Trans-Splicing Vectors Expand the Packaging Limits of Adeno-Associated Virus for Gene Therapy Applications

The limited packaging capacity of adeno-associated virus (AAV) has long been recognized as one of the most troublesome obstacles for the development of this gene delivery system. This size constraint derives from the inherent properties of the wild-type AAV virus. As the smallest DNA virus, the assembly of the AAV capsid can only accommodate a single-strand (ss) DNA molecule of less than 5 kb. Therefore, the majority of AAV-based gene therapy protocols have focused on developing this vector for small disease genes, such as factor IX in hemophilia B. Despite this seemly “narrow” area of application, recombinant AAV (rAAV) has still attracted tremendous interest in the field of gene therapy and has become one of the mainstream vectors on trial for clinical applications. Remarkable therapeutic effects for several common genetic diseases, such as diabetes (1 ) and hemophilia B (2 –4 ), have been demonstrated in small and large animal models. Phase I dose-escalation studies in hemophilia B patients presented favorable clinical outcomes in the absence of significant toxicity and germline transmission (5 ).
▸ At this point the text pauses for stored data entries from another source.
function main(): void {
  const started = Date.now();
  const runs: { planted: Planted; result: HouseResult; size: string }[] = [];
  const deadMissedShare: number[] = [];
  const deadLayingDelays: number[] = [];
  for (const [rows, tiers] of SIZES) {
    for (const kind of FAULT_KINDS.filter((k) => !ONLY_KINDS || ONLY_KINDS.has(k))) {
      for (let seed = 1; seed <= SEEDS; seed++) {
        const houseSeed = hashSeed(rows, tiers, kind, seed);
        const planted = plant(kind, rows, tiers, houseSeed);
        const house = new RealisticHouse({
          rows,
          tiers,
          seed: houseSeed,
          breed: seed % 2 === 0 ? 'brown' : 'white',
          photoperiodHours: PHOTOPERIOD_HOURS,
          beltRunHours: beltRunHoursOf(seed),
          faults: planted.fault ? [planted.fault] : [],
        });
        const result = runEngine(house, planted, WARMUP_DAYS + JUDGED_DAYS);
        if (process.env['DETECT_DEBUG'] === kind) {
          console.log(
            `${rows}×${tiers} ${kind} at ${planted.row}:${planted.tier} onset day ${Math.floor(planted.onsetSlot / SLOTS_PER_DAY)} slot ${planted.onsetSlot % SLOTS_PER_DAY}`,
          );
          for (const e of result.events)
            console.log(
              '   ',
              e.kind,
              e.key,
              'day',
              Math.floor(e.slot / SLOTS_PER_DAY),
              'slot',
              e.slot % SLOTS_PER_DAY,
              classify(e, planted),
            );
        }
        // A dead counter: the eggs its section laid between the onset and the alarm, as a share of a day's —
        // how much went uncounted before anyone was told (time alone says little when few eggs are due).
        if (kind === 'dead counter') {
          const found = result.events.find(
            (e) =>
              e.kind === 'silent_counter' &&
              e.key === spotKeyOf('section', planted.row, planted.tier) &&
              e.slot >= planted.onsetSlot,
          );
          // Measured from the first count it missed: no data can show a dead counter before that (on belts
          // that run at set times, the first run after it died).
          const missedFrom = {
            ...planted,
            onsetSlot: firstMissedCount(house, planted, beltRunHoursOf(seed)),
          };
          const windowHours = found
            ? layingWindowHours(house, missedFrom, found.slot)
            : Number.POSITIVE_INFINITY;
          deadLayingDelays.push(windowHours);
          if (process.env['DETECT_DEAD'])
            console.log(
              `dead ${rows}x${tiers} seed ${seed} belts ${seed % 3 === 0 ? 'scheduled' : 'continuous'} ${seed % 2 === 0 ? 'brown' : 'white'} at ${planted.row}:${planted.tier} onset slot ${planted.onsetSlot % SLOTS_PER_DAY}` +
                ` found ${found ? `${found.slot - planted.onsetSlot} slots later (day slot ${found.slot % SLOTS_PER_DAY}), window ${windowHours} h from the first missed count` : 'never'}`,
            );
          if (found) {
            let missed = 0;
            let daily = 0;
            for (let slot = planted.onsetSlot; slot < found.slot; slot++) {
              const simDay = house.dayData(Math.floor(slot / SLOTS_PER_DAY));
              const section = simDay.sections.find(
                (x) => x.row === planted.row && x.tier === planted.tier,
              );
              missed += section?.laid[slot % SLOTS_PER_DAY] ?? 0;
              daily = section?.expectedWithoutFault ?? daily;
            }
            if (daily > 0) deadMissedShare.push(missed / daily);
          }
        }
        runs.push({ planted, result, size: `${rows}×${tiers}` });
      }
    }
  }
  const houseWeeks = (runs.length * JUDGED_DAYS) / 7;

  const score = (
    eventsOf: (r: (typeof runs)[number]) => Event[],
    judge: (event: Event, planted: Planted) => 'correct' | 'wrong' | 'false' = classify,
  ) => {
    const byFault = new Map<FaultKind, Tally>();
    const falseByKind = new Map<string, number>();
    for (const run of runs) {
      const tally = byFault.get(run.planted.kind) ?? { houses: 0, found: 0, delays: [], wrong: 0 };
      tally.houses += 1;
      let firstCorrect: number | null = null;
      for (const event of eventsOf(run)) {
        const verdict = judge(event, run.planted);
        if (verdict === 'correct') firstCorrect = Math.min(firstCorrect ?? Infinity, event.slot);
        else if (verdict === 'wrong') tally.wrong += 1;
        else {
          falseByKind.set(event.kind, (falseByKind.get(event.kind) ?? 0) + 1);
          if (process.env['DETECT_FALSE'] && judge === classify) {
            console.log(
              `false: ${run.size} ${run.planted.kind} ${event.kind} ${event.key} day ${Math.floor(event.slot / SLOTS_PER_DAY)} slot ${event.slot % SLOTS_PER_DAY}`,
            );
          }
        }
      }
      if (firstCorrect !== null) {
        tally.found += 1;
        tally.delays.push(layingHours(run.planted.onsetSlot, firstCorrect));
      }
      byFault.set(run.planted.kind, tally);
    }
    const falseTotal = [...falseByKind.values()].reduce((a, b) => a + b, 0);
    return { byFault, falseByKind, falsePerHouseWeek: falseTotal / houseWeeks };
  };

  const engine = score((r) => r.result.events);
  const naive = score((r) => r.result.naive, classifyAffected);
  // The oracle at the engine's false-alarm rate (or the lowest h that reaches it).
  let oracleH = 0.25;
  let oracle = score((r) => oracleEvents(r.result.oracleSeries, oracleH), classifyAffected);
  for (const h of [0.25, 0.5, 1, 1.5, 2, 3, 4, 5, 6, 8, 10, 12, 15]) {
    oracleH = h;
    oracle = score((r) => oracleEvents(r.result.oracleSeries, h), classifyAffected);
    if (oracle.falsePerHouseWeek <= Math.max(engine.falsePerHouseWeek, 0.02)) break;
  }

  console.log(
    `[bench] ${runs.length} houses (${SIZES.map(([r, t]) => `${r}×${t}`).join(', ')}), ${SEEDS} seeds a kind, ` +
      `${WARMUP_DAYS} days of history then ${JUDGED_DAYS} judged days: ${houseWeeks} house-weeks`,
  );
  console.log('');
  const header = [
    'fault',
    'recall',
    'median h',
    'p90 h',
    'wrong',
    '| naive recall',
    'naive med h',
    '| oracle recall',
    'oracle med h',
  ];
  console.log(header.map((h, i) => (i === 0 ? h.padEnd(24) : h.padStart(12))).join(''));
  const recall: Record<string, number> = {};
  const delay: Record<string, number | null> = {};
  for (const kind of FAULT_KINDS.filter((k) => !NOT_FAULTS.has(k))) {
    const e = engine.byFault.get(kind);
    const n = naive.byFault.get(kind);
    const o = oracle.byFault.get(kind);
    if (!e || !n || !o) continue;
    recall[kind] = e.found / e.houses;
    delay[kind] = round1(percentile(e.delays, 50));
    const cells = [
      kind,
      `${e.found}/${e.houses}`,
      String(round1(percentile(e.delays, 50)) ?? '–'),
      String(round1(percentile(e.delays, 90)) ?? '–'),
      String(e.wrong),
      `${n.found}/${n.houses}`,
      String(round1(percentile(n.delays, 50)) ?? '–'),
      `${o.found}/${o.houses}`,
      String(round1(percentile(o.delays, 50)) ?? '–'),
    ];
    console.log(cells.map((c, i) => (i === 0 ? c.padEnd(24) : c.padStart(12))).join(''));
  }
  console.log('');
  console.log(
    `false exceptions per house-week: engine ${engine.falsePerHouseWeek.toFixed(3)} ` +
      `(${JSON.stringify(Object.fromEntries(engine.falseByKind))}), naive ${naive.falsePerHouseWeek.toFixed(2)}, ` +
      `oracle ${oracle.falsePerHouseWeek.toFixed(3)} (h = ${oracleH})`,
  );
  const medianOf = (m: ReturnType<typeof score>) =>
    round1(
      percentile(
        [...m.byFault.values()].flatMap((t) => t.delays),
        50,
      ),
    );
  console.log(
    `median delay over every fault found: engine ${medianOf(engine)} h, naive ${medianOf(naive)} h, oracle ${medianOf(oracle)} h; ` +
      `${((Date.now() - started) / 1000).toFixed(1)} s`,
  );
  // The issue's targets, each measured here: the share of planted faults found within a delay (a fault not
  // found counts as late), in laying hours (PHOTOPERIOD_HOURS a production day).
  const within = (kinds: FaultKind[], hours: number, m: ReturnType<typeof score> = engine) => {
    const tallies = kinds.map((k) => m.byFault.get(k)).filter((t) => t !== undefined);
    const houses = tallies.reduce((n, t) => n + t.houses, 0);
    const inTime = tallies.reduce((n, t) => n + t.delays.filter((d) => d <= hours).length, 0);
    return houses ? inTime / houses : 0;
  };
  const day = PHOTOPERIOD_HOURS;
  const shortfallKinds = FAULT_KINDS.filter((k) => /^(section|row|tier|slide)/.test(k));
  const medianOver = (m: ReturnType<typeof score>, kinds: FaultKind[]) =>
    percentile(
      kinds.flatMap((k) => m.byFault.get(k)?.delays ?? []),
      50,
    ) ?? Number.NaN;
  const recallOf = (m: ReturnType<typeof score>) => {
    const tallies = [...m.byFault].filter(([k]) => !NOT_FAULTS.has(k)).map(([, t]) => t);
    return tallies.reduce((n, t) => n + t.found, 0) / tallies.reduce((n, t) => n + t.houses, 0);
  };
  // The same shares for the oracle (the best delay at the engine's false-alarm rate), as a yardstick.
  const oracleWithin: Record<string, number> = {
    dead_counter_within_45_min: within(['dead counter'], 0.75, oracle),
    section_15_within_2_days: within(['section -15%'], 2 * day, oracle),
    row_tier_12_within_2_days: within(['row -12%', 'tier -12%'], 2 * day, oracle),
    ten_pct_within_4_days: within(['section -10%', 'row -10%', 'tier -10%'], 4 * day, oracle),
    slide_before_15_pct: within(['slide 1.5%/day'], 10 * day, oracle),
  };
  const deadWithin45 =
    deadLayingDelays.filter((h) => h <= 0.75).length / Math.max(1, deadLayingDelays.length);
  const targets: Record<string, { value: number; target: string; met: boolean }> = {
    false_per_house_week: {
      value: engine.falsePerHouseWeek,
      target: '≤ 0.1',
      met: engine.falsePerHouseWeek <= 0.1,
    },
    // In laying time (the section's laying window) from the first count it missed: see layingWindowHours.
    dead_counter_within_45_min: {
      value: deadWithin45,
      target: '100 % (laying time)',
      met: deadWithin45 >= 1,
    },
    section_15_within_2_days: {
      value: within(['section -15%'], 2 * day),
      target: '≥ 95 %',
      met: within(['section -15%'], 2 * day) >= 0.95,
    },
    row_tier_12_within_2_days: {
      value: within(['row -12%', 'tier -12%'], 2 * day),
      target: '≥ 95 %',
      met: within(['row -12%', 'tier -12%'], 2 * day) >= 0.95,
    },
    ten_pct_within_4_days: {
      value: within(['section -10%', 'row -10%', 'tier -10%'], 4 * day),
      target: '≥ 90 %',
      met: within(['section -10%', 'row -10%', 'tier -10%'], 4 * day) >= 0.9,
    },
    slide_before_15_pct: {
      value: within(['slide 1.5%/day'], 10 * day),
      target: '100 % (−15 % after 10 days)',
      met: within(['slide 1.5%/day'], 10 * day) >= 1,
    },
    median_delay_vs_oracle: {
      value: medianOver(engine, shortfallKinds) / medianOver(oracle, shortfallKinds),
      target: '≤ 1.5 × (shortfall kinds)',
      met: medianOver(engine, shortfallKinds) <= 1.5 * medianOver(oracle, shortfallKinds),
    },
    ahead_of_general_rule: {
      value: recallOf(engine) - recallOf(naive),
      target: 'fewer false exceptions and no lower recall',
      met:
        engine.falsePerHouseWeek < naive.falsePerHouseWeek && recallOf(engine) >= recallOf(naive),
    },
  };
  console.log(
    `dead counters: laying time from the first missed count to the alarm (hours of the section's laying window, the central 90 % ` +
      `of its eggs): median ${round1(percentile(deadLayingDelays, 50))} h, p90 ${round1(percentile(deadLayingDelays, 90))} h, ` +
      `within 45 min ${(deadWithin45 * 100).toFixed(0)} %; in hours of light from death, within 45 min ` +
      `${(within(['dead counter'], 0.75) * 100).toFixed(0)} %`,
  );
  console.log(
    `dead counters: eggs laid but not counted before the alarm, as a share of the section's day: median ` +
      `${((percentile(deadMissedShare, 50) ?? 0) * 100).toFixed(1)} %, p90 ${((percentile(deadMissedShare, 90) ?? 0) * 100).toFixed(1)} %`,
  );
  console.log('');
  console.log('targets:');
  for (const [name, t] of Object.entries(targets))
    console.log(
      `  ${t.met ? '✓' : '✗'} ${name.padEnd(28)} ${t.value.toFixed(3).padStart(8)}  (${t.target})` +
        (name in oracleWithin ? `   oracle ${(oracleWithin[name] ?? 0).toFixed(3)}` : ''),
    );
  console.log(
    JSON.stringify({
      bench: 'detect',
      oracle_targets: Object.fromEntries(
        Object.entries(oracleWithin).map(([k, v]) => [k, Math.round(v * 1000) / 1000]),
      ),
      targets: Object.fromEntries(
        Object.entries(targets).map(([k, t]) => [
          k,
          { value: Math.round(t.value * 1000) / 1000, met: t.met },
        ]),
      ),
      house_weeks: houseWeeks,
      dead_counter_missed_share_median:
        Math.round((percentile(deadMissedShare, 50) ?? 0) * 1000) / 1000,
      dead_counter_laying_window_h: {
        median: round1(percentile(deadLayingDelays, 50)),
        p90: round1(percentile(deadLayingDelays, 90)),
      },
      false_per_house_week: Math.round(engine.falsePerHouseWeek * 1000) / 1000,
      false_by_kind: Object.fromEntries(engine.falseByKind),
      recall,
      delay_h: delay,
      naive: {
        false_per_house_week: Math.round(naive.falsePerHouseWeek * 100) / 100,
        recall: Object.fromEntries(
          [...naive.byFault]
            .filter(([k]) => !NOT_FAULTS.has(k))
            .map(([k, t]) => [k, t.found / t.houses]),
        ),
        median_delay_h: medianOf(naive),
      },
      oracle: {
        h: oracleH,
        false_per_house_week: Math.round(oracle.falsePerHouseWeek * 1000) / 1000,
        recall: Object.fromEntries(
          [...oracle.byFault]
            .filter(([k]) => !NOT_FAULTS.has(k))
            .map(([k, t]) => [k, t.found / t.houses]),
        ),
        median_delay_h: medianOf(oracle),
      },
    }),
  );
}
The success of AAV gene therapy relies on several salient features of the vector system, including its high efficiency and persistence of gene transfer. AAV is also one of the safest viral vector systems because of the ability to easily delete all viral genes in the recombinant vector. The wild-type virus is not linked to any known human diseases, and the recombinant vector does not evoke harmful cellular immune response. The remarkable progress in AAV-mediated gene therapy for “small gene diseases” has inspired those in the field to develop AAV vectors for the diseases caused by genes larger than 5 kb. Recent breakthroughs in several laboratories have proven the feasibility of overcoming AAV packaging limitations (6 –9 ). In this chapter, we will first review the theoretic basis for this novel AAV vector strategy and then provide detailed working protocols, along with examples, as a guide for generating dual vector trans- splicing systems.